Note: communications between the controller VLAN and the primary VLAN are possible, but only the controller can initiate a connection to the primary, but not vice versa. Similarly, communications are blocked from the primary VLAN to the device VLAN.
Encryption An
effective security tool is, of course, data encryption. As already stated more than once, all that is possible is protected by SSL. The client can use the Windows Azure SDK, which extends the base .NET libraries with the integration capabilities of the .NET Cryptographic Service Providers (CSP) in Windows Azure, for example:
1) A full set of cryptography-related functionality, for example, MD5 and SHA-2.
2) RNGCryptoServiceProvider - a class for generating random numbers sufficient to implement enough entropy for cryptography.
3) Encryption algorithms (for example, AES), verified by years of real use.
4) etc.
All control messages transmitted over communication channels within the platform are protected by the TLS protocol with cryptographic keys with a minimum length of 128 bits.
All operations calls to Windows Azure are made using standard protocols SOAP, XML, REST-based. The communication channel may or may not be encrypted, depending on the settings.
What you also need to consider when working with data in Windows Azure - at the storage services level, client data is not by defaultencrypted - that is, as they are put in the storage of blobs or tables, in this form they are stored. If it is necessary to encrypt data, you can do this either on the client side or use the Trust Services functionality ( http://www.microsoft.com/en-us/sqlazurelabs/labs/trust-services.aspx ), necessary for server side encryption. When using Trust Services, data can only be decrypted by authorized users.
Microsoft Codename “Trust Services” is an encryption framework that is used at the application level to protect sensitive data inside your cloud-based applications stored in Windows Azure. Data encrypted by the framework can only be decrypted by authorized clients, which allows the distribution of encrypted data. At the same time, search is supported on encrypted data, encryption of streams, as well as separation of roles for data administration and publication.

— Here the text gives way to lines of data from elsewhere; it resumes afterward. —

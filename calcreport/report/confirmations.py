"""Which lines must confirm which printed figures: every worked line, comparison and ratio of a project.

`WorkedProject` in, solved `CalculationForms` out by mark.
Kept in one though long: one walk over all worked lines.
"""

from __future__ import annotations

from collections.abc import Callable
from functools import partial
from typing import TypeGuard

from calcreport.calculate.model import (
    Comparison,
    GivenRows,
    Key,
    LinkedValue,
    PlannedBranches,
    PlannedGives,
    Values,
    Work,
    Worked,
    WorkedBranches,
    WorkedCheck,
    WorkedEach,
    WorkedGives,
    WorkedLine,
    WorkedMethod,
    WorkedPart,
    WorkedProject,
    WorkedRequire,
    WorkedUnknown,
)
from calcreport.core.expression import Call, Compare, Expression, Name, Node, Over, children, walk
from calcreport.core.kept import FRESH, Fresh
from calcreport.core.units import NONE, ONE, Unit
from calcreport.report.digits import Digits, Id, Order, Sum, make_coarse_figure, make_figure
from calcreport.report.forms import (
    CalculationForms,
    Opened,
    PlanForms,
    equation_unit,
    fixed_figure,
    holds,
    is_size,
    link_place,
    linked_values,
    proof_unit,
    ratio_figure,
    reversed_sign,
    side_unit,
)
from calcreport.report.governing import telling_rows
from calcreport.report.notation import has_values
from calcreport.report.spaced import is_printed
from calcreport.report.taken import rows_taken


def find_forms(project: WorkedProject, kept: Fresh = FRESH) -> dict[str, CalculationForms]:
    """Return the forms of every calculation by mark, solved over all that links bind together."""
    shared: dict[int, PlanForms] = {}
    forms: dict[str, CalculationForms] = {}
    for group in linked_groups(project):
        inputs = tuple(worked.values for worked in group)
        forms |= kept.of("forms", group[0].calculation.mark, inputs, partial(_solved, group, shared))
    return forms


def linked_groups(project: WorkedProject) -> tuple[tuple[Worked, ...], ...]:
    """Return the calculations in groups that no link leaves, each in the order of work."""
    group_of: dict[str, list[Worked]] = {}
    for place in project.order:
        worked = project.calculations[place]
        joined = [worked]
        rows = [value.linked for value in worked.calculation.given if isinstance(value, GivenRows)]
        for mark in {link.mark for link in (*linked_values(worked).values(), *rows) if link is not None}:
            other = group_of[mark]
            if other is not joined:
                other += joined
                joined = other
            for one in joined:
                group_of[one.calculation.mark] = joined
        group_of[worked.calculation.mark] = joined
    found = {id(group): group for group in group_of.values()}
    rank = {id(project.calculations[place]): number for number, place in enumerate(project.order)}
    return tuple(tuple(sorted(group, key=lambda one: rank[id(one)])) for group in found.values())


def _solved(group: tuple[Worked, ...], shared: dict[int, PlanForms]) -> dict[str, CalculationForms]:
    digits = Digits()
    forms: dict[str, CalculationForms] = {}
    for worked in group:
        plan = shared.setdefault(id(worked.plan), PlanForms())
        one = CalculationForms(worked, digits, _copied(worked.values), plan)
        forms[one.mark] = one
        _given_figures(one, forms)
        _Lines(one).lines(worked.lines)
    digits.solve()
    return forms


def _copied(values: Values) -> Values:
    """Return values to write printed figures into; rows are chosen by the values themselves."""
    return Values(
        list(values.plain),
        [dict(rows) for rows in values.rows],
        values.open,
        values.names,
        values.sets,
        values.outer,
        values.given,
        values.worked,
        values.exact,
        judge=values,
    )


# ---------------------------------------------------------------- given values


def _given_figures(forms: CalculationForms, others: dict[str, CalculationForms]) -> None:
    """Add a figure for every value that was handed over."""
    worked = forms.worked
    linked = linked_values(worked)
    for (slot, key), exact in worked.values.given.items():
        symbol = worked.plan.slots[slot].symbol
        unit = symbol.unit or ONE
        number = exact / unit.scale
        least = symbol.places or 0
        places = _decimals(number.denominator)
        name = forms.id(slot, key)
        link = linked.get((slot, key))
        if link is not None:
            _link_figure(forms, others, link, name, float(number), unit, least)
            continue
        forms.digits.add(name, make_figure(float(number), unit.size, least=least, exact_places=places))


def _decimals(denominator: int) -> int | None:
    """Return the decimals of a fraction that ends within six, else None."""
    for places in range(7):
        if 10**places % denominator == 0:
            return places
    return None


def _link_figure(
    forms: CalculationForms,
    others: dict[str, CalculationForms],
    link: LinkedValue,
    name: Id,
    number: float,
    unit: Unit,
    least: int,
) -> None:
    """Let a linked value share the form of the line it comes from, or confirm its conversion."""
    source = others[link.mark]
    slot, key = link_place(link, source.worked)
    other = source.id(slot, key)
    source_unit = source.worked.plan.slots[slot].symbol.unit or ONE
    if source_unit.scale == unit.scale:
        forms.digits.join(name, other)
        return
    forms.digits.add(name, make_figure(number, unit.size, least=least))
    forms.digits.need(Sum(lambda printed: printed(other), (other,), name))


# ---------------------------------------------------------------- lines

For particularly critical data, you can use a hybrid solution when important data is stored locally, while non-critical in the Windows Azure storage or SQL Databases.
Integrity
When a client uses data in electronic form, he quite naturally expects that this data will be protected from changes, both intentional and accidental. On Windows Azure, integrity is guaranteed, firstly, by the fact that clients do not have administrative privileges on virtual machines on computing nodes, and secondly, the code runs under a Windows account with minimal privileges. There is no durable storage on the VM. Each VM is connected to three local virtual disks (VHD):
* Disk D: contains one of several versions of Windows. WA provides various images and updates them in a timely manner. The client selects the most suitable version and, as soon as a new version of Windows becomes available, the client can switch to it.
* Disk E: contains the image created by the controller, with the content provided by the client - for example, the application.

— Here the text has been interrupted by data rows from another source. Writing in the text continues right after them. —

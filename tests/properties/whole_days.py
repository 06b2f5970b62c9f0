"""Hypothesis strategies for whole days at the bench, of any size, in any mode and in any spelling of the file contract.

A day is drawn as a truth (`tests.forward`), and written out from it; what the forward model does not know (borrowed
curves, parent cylinders of standards, impedance spectra) is added to its cells here, from the contract's own words.
"""

from __future__ import annotations

import os
from collections.abc import Mapping
from dataclasses import dataclass, field, replace
from datetime import timedelta
from pathlib import Path
from typing import Any

import numpy as np
from hypothesis import HealthCheck, settings
from hypothesis import strategies as st
from tests.forward.days import MORNING
from tests.forward.files import ACTUAL_FLOWS, Dialect, Style, write_sheets
from tests.forward.noise import Draws
from tests.forward.tables import Sheets, sheets
from tests.forward.truth import (
    Compartment,
    Curve,
    DayTruth,
    Drift,
    Error,
    Hold,
    Resonance,
    Standards,
    Surface,
)

LONG_RUN = "COULOMBOOK_EXAMPLES"


def examples(count: int) -> settings:
    """So many examples in the suite, always the same; in a long run as many as the environment says, fresh ones.

    COULOMBOOK_EXAMPLES=500 python -m pytest tests/properties/test_whole_days.py
    """
    asked = int(os.environ.get(LONG_RUN, "0"))
    return settings(
        max_examples=asked or count,
        derandomize=not asked,
        deadline=None,
        # a whole day is a large example
        suppress_health_check=[
            HealthCheck.too_slow,
            HealthCheck.data_too_large,
            HealthCheck.large_base_example,
        ],
    )


GAS = ("hydrogen", "carbon monoxide", "methane", "ethylene", "ethane", "propylene")
LIQUID = (
    "formate",
    "methanol",
    "ethanol",
    "acetate",
    "acetaldehyde",
    "n-propanol",
    "acetone",
    "allyl alcohol",
)
RESONANCES = (
    Resonance("formate", "CH", 1),
    Resonance("methanol", "CH3", 3),
    Resonance("ethanol", "CH3", 3),
    Resonance("ethanol", "CH2", 2),
    Resonance("acetate", "CH3", 3),
    Resonance("acetaldehyde", "CHO", 1),
    Resonance("n-propanol", "CH3", 3),
    Resonance("n-propanol", "CH2", 2),
    Resonance("acetone", "CH3", 6),
    Resonance("allyl alcohol", "CH", 1),
)
STANDARDS = {
    "DMSO": (Resonance("DMSO", "CH3", 6),),
    "phenol": (Resonance("phenol", "ortho", 2), Resonance("phenol", "meta", 2)),
}
SLOPES = {
    "hydrogen": 0.41,
    "carbon monoxide": 0.93,
    "methane": 0.95,
    "ethylene": 1.86,
    "ethane": 1.91,
    "propylene": 2.79,
    "nitrogen": 0.37,
}
# effective carbon numbers: 1.00 for an aliphatic, 0.95 for an olefinic carbon (Sternberg, Gallaway and Jones, 1962;
# from memory): ethane answers as 2.00, ethylene as 1.90
ETHANE_BY_ETHYLENE = 2.00 / 1.90
# what a spreadsheet, a page or a shell might take for its own
NAMES = ("mesh", "foam", "Cu/C (5 %)", "=1+1", "<blink>&amp;", "Füllung β", "it's", "-1.2 V", "a, b; c")

RELATIVE = (0.003, 0.02)
UNIT_CHOICES = {
    "t": ("s", "min", "h"),
    "E": ("V", "mV"),
    "I": ("mA", "A", "uA"),
    "electrode area": ("cm^2", "mm^2", "m^2"),
    "temperature": ("degC", "K"),
    "pressure": ("kPa", "bar", "Pa", "mbar"),
    "resistance": ("ohm", "mohm"),
    "inlet flow": ("sccm", "slpm", "mL/min", "L/h", "umol/s", "mol/s"),
    "outlet flow": ("sccm", "mL/min", "umol/s"),
    "tracer flow": ("sccm", "slpm", "nmol/s"),
    "headspace": ("mL", "L", "cm^3"),
    "carbonate uptake": ("umol/s", "nmol/s"),
    "time": ("s", "min"),
    "start": ("s", "min"),
    "stop": ("s", "h"),
    "compartment volume": ("mL", "L", "cm^3"),
    "aliquot": ("mL", "uL"),
    "standard amount": ("umol", "nmol"),
    "scan rate": ("mV s^-1", "V/s"),
    "window low": ("V", "mV"),
    "set potential": ("V", "mV"),
}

* Drive C: contains configuration information, swap files, and other overhead.
Drives D: and E: are, of course, virtual disks, and are read-only (ACLs, access lists, contain certain rights to deny access from client processes). However, a loophole was left for the operating system - these virtual disks are implemented as VHD + delta files. For example, when the platform updates VHD D: containing the operating system, the delta file of this disk is cleaned and filled in a new way. Also with other discs. All disks return to their original state if the role instance is migrated to another physical machine.
Availability
Any business client or a simple individual who uploads the service to the cloud is critically important for the maximum possible availability for both consumers and, in fact, for the client. The Microsoft cloud platform provides a certain layer of functionality that implements redundancy and, thereby, the maximum possible availability of customer data.

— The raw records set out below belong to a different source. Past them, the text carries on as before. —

def _species(source: Settings, table: SpeciesTable, findings: Findings) -> SpeciesTable:
    whole = section(source, "species", findings)
    fresh: list[Species] = []
    for written, content in whole.content.items():
        name = " ".join(written.split())
        if not isinstance(content, dict):
            whole.fault(
                "not-allowed",
                written,
                "the name is that of a species",
                content,
                f"a section [species.{name}]",
            )
            continue
        part = Section(source, f"{whole.name}.{written}", content, findings)
        formula = part.text("formula", "a formula such as 'C4H10O'")
        phase = part.choice("phase", ["gas", "liquid"])
        aliases = part.texts("aliases")
        carrier = part.typed("carrier", bool, "true or false")
        part.report_unknown()
        for key in ("formula", "phase"):
            if not part.has(key) and not (key == "formula" and carrier):
                findings.add(
                    "missing-value",
                    part.where(),
                    f"the species has no {key}",
                    f"add the key '{key}'",
                    found="nothing",
                    expected="formula = 'C4H10O'"
                    if key == "formula"
                    else "phase = 'gas' or phase = 'liquid'",
                )
        composition = None
        if formula is not None:
            try:
                composition = parse_formula(formula)
            except ValueError as error:
                if not carrier:
                    part.fault(
                        "not-allowed", "formula", str(error), formula, "atoms of C, H and O, such as 'C4H10O'"
                    )
            else:
                if composition.electrons < 1 and not carrier:
                    part.fault(
                        "not-allowed",
                        "formula",
                        f"no reduction of CO2 gives it: {composition.electrons} electrons a molecule",
                        formula,
                        "a product that takes up electrons, or carrier = true",
                    )
        fresh.append(
            Species(name, formula or name, phase or "gas", aliases or (), bool(carrier), composition)
        )
    return table.extended(fresh) if fresh else table


def _defaults(part: Section) -> dict[str, Default]:
    defaults: dict[str, Default] = {}
    for key, value in part.content.items():
        head = parse_head(key.replace("_", " "))
        column = schema.RUNS.by_name.get(head.quantity)
        if column is None or column.quantity == "run":
            heads = [one.head for one in schema.RUNS.columns if one.quantity != "run"]
            names = [*heads, *(one.quantity for one in schema.RUNS.columns if one.quantity != "run")]
            part.findings.add(
                "unknown-key",
                part.settings.where(part.name, key),
                "the key is no column of runs",
                f"correct or delete the key{did_you_mean(key, names)}",
                found=f"'{key}'",
                expected="a head of runs, such as 'electrode area / cm^2'",
            )
            continue
        default = _default_of(part, key, head.unit, column, value)
        if default is not None:
            defaults[column.quantity] = default
    return defaults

The most important concept that reveals the basic accessibility mechanism on Windows Azure is replication. Let's look at new mechanisms (and they are really new - the official announcement occurred on June 7, 2012) in more detail.
Locally Redundant Storage (LRS) provides storage with a high degree of durability and availability within one geographic location (region). The platform stores three replicas of each data item in one main geographical location, which ensures that this data can be restored after a general failure (for example, failure of a disk, node, basket, etc.) without a storage account being idle and, accordingly, not affecting the availability and durability of the store. All write operations to the repository are performed synchronously in three replicas in three different fault domains (fault domain), and only after the successful completion of all three operations the code returns the successful completion of the transaction. In the case of using local redundant storage, if the data center in which the data replicas are located,
Geo Redundant Storage (GRS) provides a much higher degree of durability and security by placing data replicas not only in the main geographical location, but also in any additional in the same region, but hundreds of kilometers away. All data in blob and table storage services is geographically replicated (but there are no queues). With geographically redundant storage, the platform again saves three replicas, but in two locations. Thus, if the data center stops working, the data will be available from the second location. As in the case of the first redundancy option, data recording operations in the main geographical location must be confirmed before the system returns a code to successfully complete the operation. Upon confirmation of the operation in asynchronous mode, replication to another geographical location occurs. Let's see in more detail what
When you perform operations of creating, deleting, updating, and so on in the data warehouse, the transaction is completely replicated to three completely different nodes of the store in three different error and update domains in the main geographical location, after which the client returns a code for the successful completion of the operation and confirmed asynchronously the transaction is replicated to the second location, where it is completely replicated to three completely different storage nodes in different error and update domains. The overall performance does not fall, since everything is done asynchronously.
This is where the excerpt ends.